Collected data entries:
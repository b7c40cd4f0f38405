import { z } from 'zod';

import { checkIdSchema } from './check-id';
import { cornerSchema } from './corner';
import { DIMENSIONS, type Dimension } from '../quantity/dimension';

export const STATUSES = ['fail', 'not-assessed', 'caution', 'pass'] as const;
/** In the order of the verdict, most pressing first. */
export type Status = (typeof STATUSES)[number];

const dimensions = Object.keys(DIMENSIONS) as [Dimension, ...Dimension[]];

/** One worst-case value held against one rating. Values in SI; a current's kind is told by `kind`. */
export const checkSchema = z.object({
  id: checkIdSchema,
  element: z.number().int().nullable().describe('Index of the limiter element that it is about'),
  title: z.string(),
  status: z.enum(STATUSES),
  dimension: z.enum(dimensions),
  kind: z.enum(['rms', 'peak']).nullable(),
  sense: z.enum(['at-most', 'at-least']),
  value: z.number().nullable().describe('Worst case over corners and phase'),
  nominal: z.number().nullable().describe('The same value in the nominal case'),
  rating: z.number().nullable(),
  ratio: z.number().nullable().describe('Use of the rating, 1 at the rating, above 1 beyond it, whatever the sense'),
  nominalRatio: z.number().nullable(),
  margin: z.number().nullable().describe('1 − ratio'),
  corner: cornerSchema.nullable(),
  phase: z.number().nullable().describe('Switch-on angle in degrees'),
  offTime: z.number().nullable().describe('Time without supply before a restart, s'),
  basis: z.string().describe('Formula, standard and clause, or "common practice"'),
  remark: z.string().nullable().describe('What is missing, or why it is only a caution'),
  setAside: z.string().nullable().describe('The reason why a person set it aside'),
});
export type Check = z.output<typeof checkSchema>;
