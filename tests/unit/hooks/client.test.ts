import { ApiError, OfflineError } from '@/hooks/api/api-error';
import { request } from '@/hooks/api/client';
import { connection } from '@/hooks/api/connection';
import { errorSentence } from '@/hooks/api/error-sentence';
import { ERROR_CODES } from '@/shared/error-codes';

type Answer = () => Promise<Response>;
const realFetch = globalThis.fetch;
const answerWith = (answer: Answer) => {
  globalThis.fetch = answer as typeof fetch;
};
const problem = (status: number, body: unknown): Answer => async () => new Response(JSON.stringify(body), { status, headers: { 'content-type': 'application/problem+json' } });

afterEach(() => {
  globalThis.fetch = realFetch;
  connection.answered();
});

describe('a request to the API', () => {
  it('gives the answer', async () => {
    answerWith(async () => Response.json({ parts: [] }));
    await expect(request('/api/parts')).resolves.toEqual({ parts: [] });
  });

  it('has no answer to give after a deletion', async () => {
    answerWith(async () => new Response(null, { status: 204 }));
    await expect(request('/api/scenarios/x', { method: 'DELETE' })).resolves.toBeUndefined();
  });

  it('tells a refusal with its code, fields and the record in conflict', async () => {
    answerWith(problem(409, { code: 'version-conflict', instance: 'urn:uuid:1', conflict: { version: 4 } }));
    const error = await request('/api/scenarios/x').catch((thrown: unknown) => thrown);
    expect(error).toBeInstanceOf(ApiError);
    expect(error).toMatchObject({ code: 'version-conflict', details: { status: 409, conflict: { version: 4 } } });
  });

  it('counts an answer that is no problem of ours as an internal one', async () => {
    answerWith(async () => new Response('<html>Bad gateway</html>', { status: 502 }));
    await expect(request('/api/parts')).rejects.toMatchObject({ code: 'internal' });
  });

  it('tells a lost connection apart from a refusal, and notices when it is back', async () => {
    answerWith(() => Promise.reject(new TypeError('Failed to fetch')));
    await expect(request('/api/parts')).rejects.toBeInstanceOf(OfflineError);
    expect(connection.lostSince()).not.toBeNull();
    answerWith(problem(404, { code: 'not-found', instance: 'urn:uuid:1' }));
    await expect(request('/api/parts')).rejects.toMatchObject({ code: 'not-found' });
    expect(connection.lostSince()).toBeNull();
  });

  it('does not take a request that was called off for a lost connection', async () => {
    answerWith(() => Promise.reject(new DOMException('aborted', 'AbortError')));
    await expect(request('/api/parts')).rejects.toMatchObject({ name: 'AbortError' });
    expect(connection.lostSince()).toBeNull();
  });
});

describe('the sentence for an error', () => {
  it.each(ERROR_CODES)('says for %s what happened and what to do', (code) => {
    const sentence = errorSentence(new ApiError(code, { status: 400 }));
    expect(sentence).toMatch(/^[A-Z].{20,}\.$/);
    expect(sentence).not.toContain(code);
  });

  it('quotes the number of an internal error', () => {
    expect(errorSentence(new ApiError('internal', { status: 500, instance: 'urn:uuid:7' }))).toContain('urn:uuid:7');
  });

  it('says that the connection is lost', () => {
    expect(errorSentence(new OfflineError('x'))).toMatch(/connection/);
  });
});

---

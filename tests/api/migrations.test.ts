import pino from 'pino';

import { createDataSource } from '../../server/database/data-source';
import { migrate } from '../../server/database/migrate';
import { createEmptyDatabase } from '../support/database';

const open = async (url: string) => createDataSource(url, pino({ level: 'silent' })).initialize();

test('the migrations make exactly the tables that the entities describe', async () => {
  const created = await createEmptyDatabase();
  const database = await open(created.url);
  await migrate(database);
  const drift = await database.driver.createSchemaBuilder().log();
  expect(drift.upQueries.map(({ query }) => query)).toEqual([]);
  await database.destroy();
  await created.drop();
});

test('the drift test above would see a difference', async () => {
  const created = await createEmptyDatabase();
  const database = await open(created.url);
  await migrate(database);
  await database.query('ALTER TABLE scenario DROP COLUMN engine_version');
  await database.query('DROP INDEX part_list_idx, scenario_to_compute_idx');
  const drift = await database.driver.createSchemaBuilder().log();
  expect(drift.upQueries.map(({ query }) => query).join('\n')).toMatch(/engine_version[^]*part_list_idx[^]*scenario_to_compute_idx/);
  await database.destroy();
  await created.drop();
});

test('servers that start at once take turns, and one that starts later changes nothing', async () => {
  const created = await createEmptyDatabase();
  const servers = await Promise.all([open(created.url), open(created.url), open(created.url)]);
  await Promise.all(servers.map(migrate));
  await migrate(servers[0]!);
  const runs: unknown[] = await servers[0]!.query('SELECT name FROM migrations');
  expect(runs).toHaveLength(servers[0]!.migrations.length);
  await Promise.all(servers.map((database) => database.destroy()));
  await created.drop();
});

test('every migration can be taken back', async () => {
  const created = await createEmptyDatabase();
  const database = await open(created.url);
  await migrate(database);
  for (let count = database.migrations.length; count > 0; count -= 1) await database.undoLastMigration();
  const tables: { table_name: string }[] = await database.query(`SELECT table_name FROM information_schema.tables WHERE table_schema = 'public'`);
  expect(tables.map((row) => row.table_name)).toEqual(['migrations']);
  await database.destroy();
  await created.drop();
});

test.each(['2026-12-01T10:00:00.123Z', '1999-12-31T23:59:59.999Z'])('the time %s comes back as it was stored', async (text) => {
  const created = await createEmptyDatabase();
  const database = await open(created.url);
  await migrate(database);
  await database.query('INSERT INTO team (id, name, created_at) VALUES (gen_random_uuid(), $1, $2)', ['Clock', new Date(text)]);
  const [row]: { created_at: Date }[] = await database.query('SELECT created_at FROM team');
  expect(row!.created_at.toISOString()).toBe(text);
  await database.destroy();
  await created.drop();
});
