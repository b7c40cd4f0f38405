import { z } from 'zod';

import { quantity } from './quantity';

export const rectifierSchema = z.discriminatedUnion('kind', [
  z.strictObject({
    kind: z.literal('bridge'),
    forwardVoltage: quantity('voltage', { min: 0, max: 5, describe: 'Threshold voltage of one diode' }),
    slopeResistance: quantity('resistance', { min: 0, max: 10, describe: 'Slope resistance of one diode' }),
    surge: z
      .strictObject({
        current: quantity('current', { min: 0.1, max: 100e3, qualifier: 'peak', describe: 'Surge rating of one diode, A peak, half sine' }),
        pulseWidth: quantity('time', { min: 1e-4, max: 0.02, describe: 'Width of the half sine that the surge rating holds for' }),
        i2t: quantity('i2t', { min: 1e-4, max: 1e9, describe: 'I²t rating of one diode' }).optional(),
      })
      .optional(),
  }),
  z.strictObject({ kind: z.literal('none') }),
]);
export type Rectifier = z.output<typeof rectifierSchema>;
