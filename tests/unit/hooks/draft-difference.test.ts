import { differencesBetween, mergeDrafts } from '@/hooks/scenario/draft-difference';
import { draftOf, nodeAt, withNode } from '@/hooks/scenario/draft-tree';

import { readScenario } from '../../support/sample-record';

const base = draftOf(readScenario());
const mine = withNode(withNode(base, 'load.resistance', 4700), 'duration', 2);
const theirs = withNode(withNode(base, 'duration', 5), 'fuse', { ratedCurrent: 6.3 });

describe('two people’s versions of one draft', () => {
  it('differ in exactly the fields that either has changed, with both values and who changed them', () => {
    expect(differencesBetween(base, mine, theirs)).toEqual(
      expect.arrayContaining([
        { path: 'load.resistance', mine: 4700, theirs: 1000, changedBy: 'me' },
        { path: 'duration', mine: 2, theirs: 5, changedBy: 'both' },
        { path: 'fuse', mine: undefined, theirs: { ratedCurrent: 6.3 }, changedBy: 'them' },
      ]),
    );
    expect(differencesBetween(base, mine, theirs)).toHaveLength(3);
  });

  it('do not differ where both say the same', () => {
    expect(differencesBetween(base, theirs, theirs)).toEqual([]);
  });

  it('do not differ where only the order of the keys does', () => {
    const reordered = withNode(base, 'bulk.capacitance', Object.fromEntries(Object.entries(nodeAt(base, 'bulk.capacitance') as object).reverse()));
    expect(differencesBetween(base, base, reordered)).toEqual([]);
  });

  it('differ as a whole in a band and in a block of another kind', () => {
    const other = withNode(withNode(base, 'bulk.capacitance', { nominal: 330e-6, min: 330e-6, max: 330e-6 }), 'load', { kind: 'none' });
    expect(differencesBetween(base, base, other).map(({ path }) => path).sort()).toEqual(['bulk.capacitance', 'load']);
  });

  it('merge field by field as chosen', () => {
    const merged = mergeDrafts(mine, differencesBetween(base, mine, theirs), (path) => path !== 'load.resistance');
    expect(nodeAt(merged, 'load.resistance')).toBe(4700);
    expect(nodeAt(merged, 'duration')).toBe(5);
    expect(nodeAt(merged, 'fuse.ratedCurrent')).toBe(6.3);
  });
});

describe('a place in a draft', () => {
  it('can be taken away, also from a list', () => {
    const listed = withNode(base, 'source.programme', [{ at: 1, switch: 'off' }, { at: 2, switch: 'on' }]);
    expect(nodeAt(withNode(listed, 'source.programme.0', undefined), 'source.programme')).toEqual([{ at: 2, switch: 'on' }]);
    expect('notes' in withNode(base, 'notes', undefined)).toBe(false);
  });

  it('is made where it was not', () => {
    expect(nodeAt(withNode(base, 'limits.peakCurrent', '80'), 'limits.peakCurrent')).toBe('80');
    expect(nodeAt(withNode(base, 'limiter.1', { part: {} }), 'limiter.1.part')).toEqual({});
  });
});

---

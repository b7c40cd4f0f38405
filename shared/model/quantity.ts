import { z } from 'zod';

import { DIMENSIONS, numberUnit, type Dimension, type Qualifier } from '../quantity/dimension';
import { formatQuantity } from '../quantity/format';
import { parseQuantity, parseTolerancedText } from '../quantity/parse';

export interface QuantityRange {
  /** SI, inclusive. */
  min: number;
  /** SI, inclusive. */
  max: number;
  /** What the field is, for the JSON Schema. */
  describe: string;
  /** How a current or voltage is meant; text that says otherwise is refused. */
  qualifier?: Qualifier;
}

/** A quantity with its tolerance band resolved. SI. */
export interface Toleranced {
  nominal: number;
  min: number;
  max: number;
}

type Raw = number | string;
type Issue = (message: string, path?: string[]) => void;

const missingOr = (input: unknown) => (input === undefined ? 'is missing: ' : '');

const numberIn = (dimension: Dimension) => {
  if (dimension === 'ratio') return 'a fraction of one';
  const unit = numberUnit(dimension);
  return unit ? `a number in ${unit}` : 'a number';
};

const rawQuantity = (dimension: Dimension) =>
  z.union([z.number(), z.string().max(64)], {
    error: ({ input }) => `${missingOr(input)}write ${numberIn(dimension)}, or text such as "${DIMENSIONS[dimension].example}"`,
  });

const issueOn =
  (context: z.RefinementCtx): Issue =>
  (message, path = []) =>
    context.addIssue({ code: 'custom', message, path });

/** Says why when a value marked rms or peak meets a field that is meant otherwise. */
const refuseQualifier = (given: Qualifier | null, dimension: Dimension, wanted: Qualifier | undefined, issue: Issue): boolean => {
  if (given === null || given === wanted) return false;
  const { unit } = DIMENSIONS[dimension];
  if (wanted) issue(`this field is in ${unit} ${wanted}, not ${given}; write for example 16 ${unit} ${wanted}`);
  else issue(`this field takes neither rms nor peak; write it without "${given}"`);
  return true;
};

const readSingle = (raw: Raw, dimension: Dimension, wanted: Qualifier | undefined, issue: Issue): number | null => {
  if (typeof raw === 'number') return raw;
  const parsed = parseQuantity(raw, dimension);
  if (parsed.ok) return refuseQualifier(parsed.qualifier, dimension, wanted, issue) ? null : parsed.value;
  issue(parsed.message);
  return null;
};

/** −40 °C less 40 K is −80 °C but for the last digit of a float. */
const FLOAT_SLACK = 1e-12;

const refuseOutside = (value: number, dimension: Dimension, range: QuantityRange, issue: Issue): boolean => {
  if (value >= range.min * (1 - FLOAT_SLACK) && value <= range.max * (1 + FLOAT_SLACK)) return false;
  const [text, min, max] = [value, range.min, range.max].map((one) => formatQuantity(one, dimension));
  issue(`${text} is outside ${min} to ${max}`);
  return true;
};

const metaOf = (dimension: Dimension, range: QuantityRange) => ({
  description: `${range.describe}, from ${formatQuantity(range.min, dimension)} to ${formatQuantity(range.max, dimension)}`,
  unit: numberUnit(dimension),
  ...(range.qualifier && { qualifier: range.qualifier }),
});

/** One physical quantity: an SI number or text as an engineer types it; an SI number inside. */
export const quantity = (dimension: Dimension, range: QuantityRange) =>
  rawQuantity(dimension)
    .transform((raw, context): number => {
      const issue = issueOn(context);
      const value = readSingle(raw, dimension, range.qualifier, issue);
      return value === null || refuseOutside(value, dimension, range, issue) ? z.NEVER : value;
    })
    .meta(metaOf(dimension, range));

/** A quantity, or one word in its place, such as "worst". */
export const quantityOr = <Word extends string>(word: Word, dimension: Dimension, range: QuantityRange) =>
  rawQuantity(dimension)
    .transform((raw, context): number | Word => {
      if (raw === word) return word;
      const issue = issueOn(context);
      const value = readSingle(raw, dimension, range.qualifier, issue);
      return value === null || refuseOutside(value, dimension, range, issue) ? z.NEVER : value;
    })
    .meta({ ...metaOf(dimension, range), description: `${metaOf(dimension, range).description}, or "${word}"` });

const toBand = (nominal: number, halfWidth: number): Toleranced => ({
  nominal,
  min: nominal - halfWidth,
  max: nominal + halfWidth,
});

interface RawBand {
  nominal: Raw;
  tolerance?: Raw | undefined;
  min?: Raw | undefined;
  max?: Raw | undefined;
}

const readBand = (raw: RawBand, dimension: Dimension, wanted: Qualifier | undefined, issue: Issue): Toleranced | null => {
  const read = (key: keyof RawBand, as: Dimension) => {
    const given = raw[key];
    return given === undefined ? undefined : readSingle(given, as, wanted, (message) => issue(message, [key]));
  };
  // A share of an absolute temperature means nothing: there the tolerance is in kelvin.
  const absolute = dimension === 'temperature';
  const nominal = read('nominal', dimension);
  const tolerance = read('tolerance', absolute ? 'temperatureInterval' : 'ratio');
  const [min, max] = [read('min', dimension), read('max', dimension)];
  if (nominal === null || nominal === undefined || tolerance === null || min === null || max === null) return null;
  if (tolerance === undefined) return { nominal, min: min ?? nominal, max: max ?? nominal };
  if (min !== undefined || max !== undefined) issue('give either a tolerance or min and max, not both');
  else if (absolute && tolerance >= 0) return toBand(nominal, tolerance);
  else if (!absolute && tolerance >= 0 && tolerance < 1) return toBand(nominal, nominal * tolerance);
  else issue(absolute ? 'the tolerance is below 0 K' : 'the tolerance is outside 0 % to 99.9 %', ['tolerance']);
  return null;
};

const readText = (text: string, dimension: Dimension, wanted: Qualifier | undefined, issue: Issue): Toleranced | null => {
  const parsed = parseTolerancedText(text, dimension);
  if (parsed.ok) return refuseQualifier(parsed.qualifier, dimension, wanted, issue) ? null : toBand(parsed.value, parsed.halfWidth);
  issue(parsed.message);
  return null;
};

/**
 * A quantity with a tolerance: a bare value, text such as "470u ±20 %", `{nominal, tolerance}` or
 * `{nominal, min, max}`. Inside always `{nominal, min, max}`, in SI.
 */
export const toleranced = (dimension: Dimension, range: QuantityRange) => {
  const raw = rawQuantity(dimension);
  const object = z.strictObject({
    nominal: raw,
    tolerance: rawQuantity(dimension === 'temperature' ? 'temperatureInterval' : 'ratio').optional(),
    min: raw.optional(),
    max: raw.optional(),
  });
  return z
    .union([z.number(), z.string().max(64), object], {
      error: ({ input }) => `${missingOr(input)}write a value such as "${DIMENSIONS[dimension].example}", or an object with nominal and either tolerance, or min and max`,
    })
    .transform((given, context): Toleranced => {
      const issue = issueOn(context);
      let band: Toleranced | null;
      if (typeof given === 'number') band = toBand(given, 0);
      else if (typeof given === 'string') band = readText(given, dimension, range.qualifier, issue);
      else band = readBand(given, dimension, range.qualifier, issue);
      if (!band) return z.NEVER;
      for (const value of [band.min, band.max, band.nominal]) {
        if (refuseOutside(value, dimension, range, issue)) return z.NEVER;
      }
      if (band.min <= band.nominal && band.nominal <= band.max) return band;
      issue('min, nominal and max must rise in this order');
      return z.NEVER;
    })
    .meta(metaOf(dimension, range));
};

§ **WHAT YOU ARE ASKED TO DO**: Among the records above, a stretch begins at the line containing "max?: Raw | undefined;" and ends at the line containing "const given = raw[key];". Restate that stretch word for word, and nothing else.

§ **OUTPUT BELOW**:
  max?: Raw | undefined;
}

const readBand = (raw: RawBand, dimension: Dimension, wanted: Qualifier | undefined, issue: Issue): Toleranced | null => {
  const read = (key: keyof RawBand, as: Dimension) => {
    const given = raw[key];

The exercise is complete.